Two Prime Factorisation Trees for 29250

The second tree is probably more natural when working by hand, but it is very deep, which means more linear calculations; it also very narrow, which means it must traversed without taking much advantage of the parallel processing which advanced iterators such as Ruby’s collect happily offer us. Therefore, when designing a function to decompose a number into its prime factors we must keep the tree broad and shallow by finding the largest, rather than the smallest, divisors first.

def prime_decomposition (factors)
factors.collect do |factor|
if factor == 1 || factor.prime?
factor
else
divisor = 2
until factor % divisor == 0 do
divisor += 1
end
dividend = factor / divisor
prime_decomposition([divisor, dividend])
end
end
end

This function is recursive, because the design to find the largest divisor has the effect that we are not at first concerned over its primality; since we do not know whether we have hit the bottom, we must therefore continue to iterate recursively until we reach the base case: primality. You may have also noticed that the use of the collect iterator, though efficient, required an input of an array, and results in an output of a potentially nested array. That in itself has two consequences. The first is that the array must be flattened:

def prime_factors (natural_number)
prime_decomposition([natural_number]).flatten
end

It is fair to wonder whether nesting and then flattening is an inefficiency that needs to be refactored. Not so in this case, as the cost of flattening at every step of a recursion of unknown but potentially great depth is higher than taking advantage of a highly optimised and specially-built flattening method as the one given to us by Ruby. However, of course, there will be a stack depth for which the memory will overflow, and built-in flattening cannot be avoided. This leads us to the second consequence of nesting, which is that it preserves the structure of the tree that lead to prime factorisation, which means it the tree can be reconstructed if desired. However, the problem asked for the largest prime factor, not all of them. Let’s solve it now:

def largest_prime_factor(input)
prime_factors(input).max
end

It should not be counterintuitive any longer that finding the maximum of the set of all of prime factors by first decomposing a given number can be more efficient than attempting find the largest prime factor directly or by exhaustion. The key is in the design of the algorithm that traverses the prime factorisation tree. The tree must be traversed broadly to keep it as shallow as possible in order to leverage the ability of parallel computing implementations of iteration (vis a vis collect) to break up the problem into small, manageable, and quickly solvable parts — in other words: divide and conquer.
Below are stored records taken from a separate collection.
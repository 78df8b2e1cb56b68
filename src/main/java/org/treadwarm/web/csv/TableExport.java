package org.treadwarm.web.csv;

import com.fasterxml.jackson.databind.JsonNode;
import java.util.ArrayList;
import java.util.List;
import java.util.OptionalDouble;
import org.treadwarm.sizing.Sizing;

/** A job's rooms, openings and results as CSV. */
public final class TableExport {
    private static final List<String> RESULTS = List.of(
            "room",
            "verdict",
            "indoor temperature [°C]",
            "heat loss [W]",
            "heated area [m2]",
            "required heat flux [W/m2]",
            "carrying heat flux [W/m2]",
            "margin [W/m2]",
            "supplement [W]",
            "holds down to [°C]");

    private TableExport() {}

    /** Rooms or openings as they were typed, in the columns that can be read in again. */
    public static String survey(TableKind kind, JsonNode document) {
        List<List<String>> rows = new ArrayList<>();
        rows.add(kind.columns().stream().map(Column::header).toList());
        for (JsonNode room : document.path("rooms")) {
            if (kind == TableKind.ROOMS) {
                rows.add(row(kind, room, "", ""));
                continue;
            }
            for (JsonNode surface : room.path("surfaces")) {
                surface.path("openings")
                        .forEach(opening ->
                                rows.add(row(kind, opening, room.path("name").asText(), title(surface))));
            }
        }
        return CsvText.write(rows);
    }

    /** What a surface is called in a table: its name, or else its assembly's. */
    static String title(JsonNode surface) {
        String name = surface.path("name").asText("");
        return name.isBlank() ? surface.path("assembly").asText("") : name;
    }

    private static List<String> row(TableKind kind, JsonNode part, String room, String surface) {
        return kind.columns().stream()
                .map(column -> !column.key().isEmpty()
                        ? column.shown(part)
                        : switch (column.title()) {
                            case "room" -> room;
                            case "surface" -> surface;
                            default -> part.path("id").asText("");
                        })
                .toList();
    }

    /** The results of the rooms, in SI units and unrounded; what does not exist stays empty. */
    public static String results(Sizing sizing) {
        List<List<String>> rows = new ArrayList<>();
        rows.add(RESULTS);
        for (Sizing.RoomSizing room : sizing.rooms()) {
            Sizing.FloorSizing floor = room.floor();
            rows.add(List.of(
                    room.name(),
                    floor.verdict().toString(),
                    Double.toString(room.indoorTemperature()),
                    Double.toString(room.heatLoss().total()),
                    text(floor.area()),
                    text(floor.requiredFlux()),
                    text(floor.carryingFlux()),
                    text(floor.margin()),
                    text(floor.supplement()),
                    text(floor.holdsDownTo())));
        }
        return CsvText.write(rows);
    }

    private static String text(OptionalDouble number) {
        return number.isPresent() ? Double.toString(number.getAsDouble()) : "";
    }
}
Some closing thoughts: it’s not a race. In my opinion, the factorisation method is best appreciated in the sense that it makes use of simple mathematics with which most of us are familiar, and presents an opportunity to apply important computer science concepts such as recursion and flattening. However, it’s important to make sure that our methods are not only beautiful, but practical. Here are some benchmark results.

largest_prime_factor_brute_force:  0.150000 (  0.154819)
largest_prime_factor_flatiron:     0.050000 (  0.053146)
largest_prime_factor:             0.000000 (  0.000240)
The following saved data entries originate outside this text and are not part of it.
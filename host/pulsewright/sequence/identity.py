"""The gate's part of a sequence: the look with A9 at H, the identify level measured, the gate, the level gone again."""

from __future__ import annotations

from pulsewright.chip.model import Definition, IdCell
from pulsewright.sequence.build import Builder
from pulsewright.sequence.lower import enter
from pulsewright.units import Rounding, ticks
from pulsewright.wire.tables import Op


def wanted_ids(definition: Definition) -> tuple[tuple[IdCell, ...], ...]:
    """Every ID that is accepted: the chosen row's, or all rows' while none is chosen."""
    rows = (definition.row,) if definition.row is not None else definition.makers
    return tuple(alternative for row in rows for alternative in row.ids)


def pass_gate(b: Builder) -> None:
    """From standby to standby with the gate open; firmware trips on a wrong ID with the level gone at once."""
    definition = b.definition
    if definition.identify != "mode":
        with b.about("gate: a part without electronic ID", part="gate"):
            b.emit(Op.GATE, wait=0)
        return
    mode = definition.modes[definition.identify_mode]
    with b.about(f"gate: mode {mode.name}", part="gate", where=mode.where):
        enter(b, "read")
        b.wait(0)
        access = ticks(b.line_settle_ps + b.access_ps("read"), Rounding.AT_LEAST)
        b.emit(Op.GATE_LOOK, wait=access)
        b.edge(b.line_settle_ps)
        enter(b, "standby")
        first = min(cell.at for alternative in wanted_ids(definition) for cell in alternative)
        enter(b, mode.name, at=first)
        b.wait(definition.timing["tVS"].min_ps or 0 if "tVS" in definition.timing else 0)
        b.emit(Op.GATE, wait=access)
        b.edge(b.line_settle_ps)
        enter(b, "standby")
        b.wait(definition.timing["tVR"].min_ps or 0 if "tVR" in definition.timing else 0)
The brute force method is 3 times slower that the flatiron method, and the flatiron method is 221 times slower than the factorisation method. This makes the brute force method approximately 650 times slower than the factorisation method.
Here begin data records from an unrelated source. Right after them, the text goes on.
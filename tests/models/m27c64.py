"""A 27C64 of the Intel and AMD kind, for tests of definitions with a program pin: `bench new ... --model` this file.

8K x 8, UV-erasable, VPP on pin 1, pulsed at PGM. Every value is typed by hand from the published facts. Marks: S29, S67
= siblings; S60 = Intel's parts with the same algorithm; "from memory" = recalled, not read; "common practice" = a rule
of the trade; "invented" = no sheet says it.
"""

from __future__ import annotations

from pulsewright.virtual.interface import Limits, PulseLimit, RaisedLimit
from pulsewright.virtual.models.uv_eprom import UvEprom, UvPart

# 1 VPP, 20 CE, 22 OE, 26 not connected, 27 PGM [S67]; the rest as every byte-wide 28-pin part
A = (10, 9, 8, 7, 6, 5, 4, 3, 25, 24, 21, 23, 2)
D = (11, 12, 13, 15, 16, 17, 18, 19)
VPP, CE, OE, PGM, A9, GND, VCC = 1, 20, 22, 27, 24, 14, 28

VCC_PROGRAM = (6_000, 6_500)  # 6.25 V +-0.25 V: from memory
VPP_PROGRAM = (12_500, 13_000)  # 12.75 +-0.25 V [S60 sibling]
SETUP = 32  # 2 us: address, data, CE, OE, VPP, VCC before the pulse; data after it: from memory

LIMITS = Limits(
    package="DIP-28",
    maxima_mv={0: 6_500, VCC: 6_500, VPP: 14_000, A9: 13_500},  # from memory; one maker allows 7.25 V [S67]
    minimum_mv=-600,  # [S67]
    vcc_pin=VCC,
    gnd_pins=(GND,),
    address_pins=A,
    data_pins=D,
    enable_pins=(CE, OE),
    raised_pins=(VPP, A9),
    pulses=(
        PulseLimit(
            name="program",
            pin=PGM,
            active_low=True,
            raised={VPP: VPP_PROGRAM},
            min_ticks=1_520,  # 95 us: from memory
            max_ticks=1_680,  # 105 us: from memory
            setup_ticks=dict.fromkeys(("address", "data", "raised", "vcc", "control"), SETUP),
            hold_ticks={"address": 0, "data": SETUP, "raised": 0, "control": SETUP},  # from memory
            vcc_mv=VCC_PROGRAM,
            most=25,  # [S60 sibling]
            high_pins=(OE,),  # mode table: from memory
            only_low=(CE,),  # CE high is inhibit: from memory
            source="from memory",
        ),
    ),
    standing=(
        RaisedLimit(
            name="verify",
            raised={VPP: VPP_PROGRAM},
            vcc_mv=VCC_PROGRAM,
            access_ticks=3,  # OE low to data 150 ns: from memory
            release_ticks=SETUP,  # 2 us from D released to OE low: as the other parts of this kind
            source="CE and OE low, PGM high: from memory",
        ),
    ),
    rest_mv={VPP: (600, 300)},  # VPP = VCC in read; how near: common practice
    access_ticks=5,  # 300 ns, slow grade: from memory
    float_ticks=3,  # 130 ns: from memory
    rise_ticks=1,  # at least 50 ns, as the parts whose sheets say it
    recovery_ticks=0,
    vcc_read_mv=(4_750, 5_250),  # 5 V, limits unknown: +-5 %, common practice
    vcc_most_mv=6_500,
    identify_mv=(11_500, 12_500),  # 12 +-0.5 V, as every part with an identify mode
    identify_pin=A9,
    source="value by value in this file, most from memory",
)


def make_chip() -> UvEprom:
    """A fresh, erased chip."""
    return UvEprom(
        UvPart(
            name="27c64",
            limits=LIMITS,
            size=8_192,
            ce=CE,
            oe=OE,
            vpp=VPP,
            id=(0x01, 0x15),  # AMD: from memory
            icc_program=50_000,  # as the 27C256: from memory
            icc_read=20_000,  # [S67]
            icc_standby=100,  # [S67]
            ipp_pulse=50_000,  # from memory
            ipp_standing=100,  # invented
            ipp_rest=100,  # as the 27C256
            ia9=200,  # as a 28F020
        )
    )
Again, this all has to be taken with a grain of salt. Depending on the type of prime number, and the range of prime numbers under consideration, some methods, especially very advanced and specialised ones not considered here, or even the simplest ones, will have very specific regimes of optimality. The most useful takeaway is not which one is the ‘best,’ but that each has strengths and weaknesses which should be assessed and used as appropriate.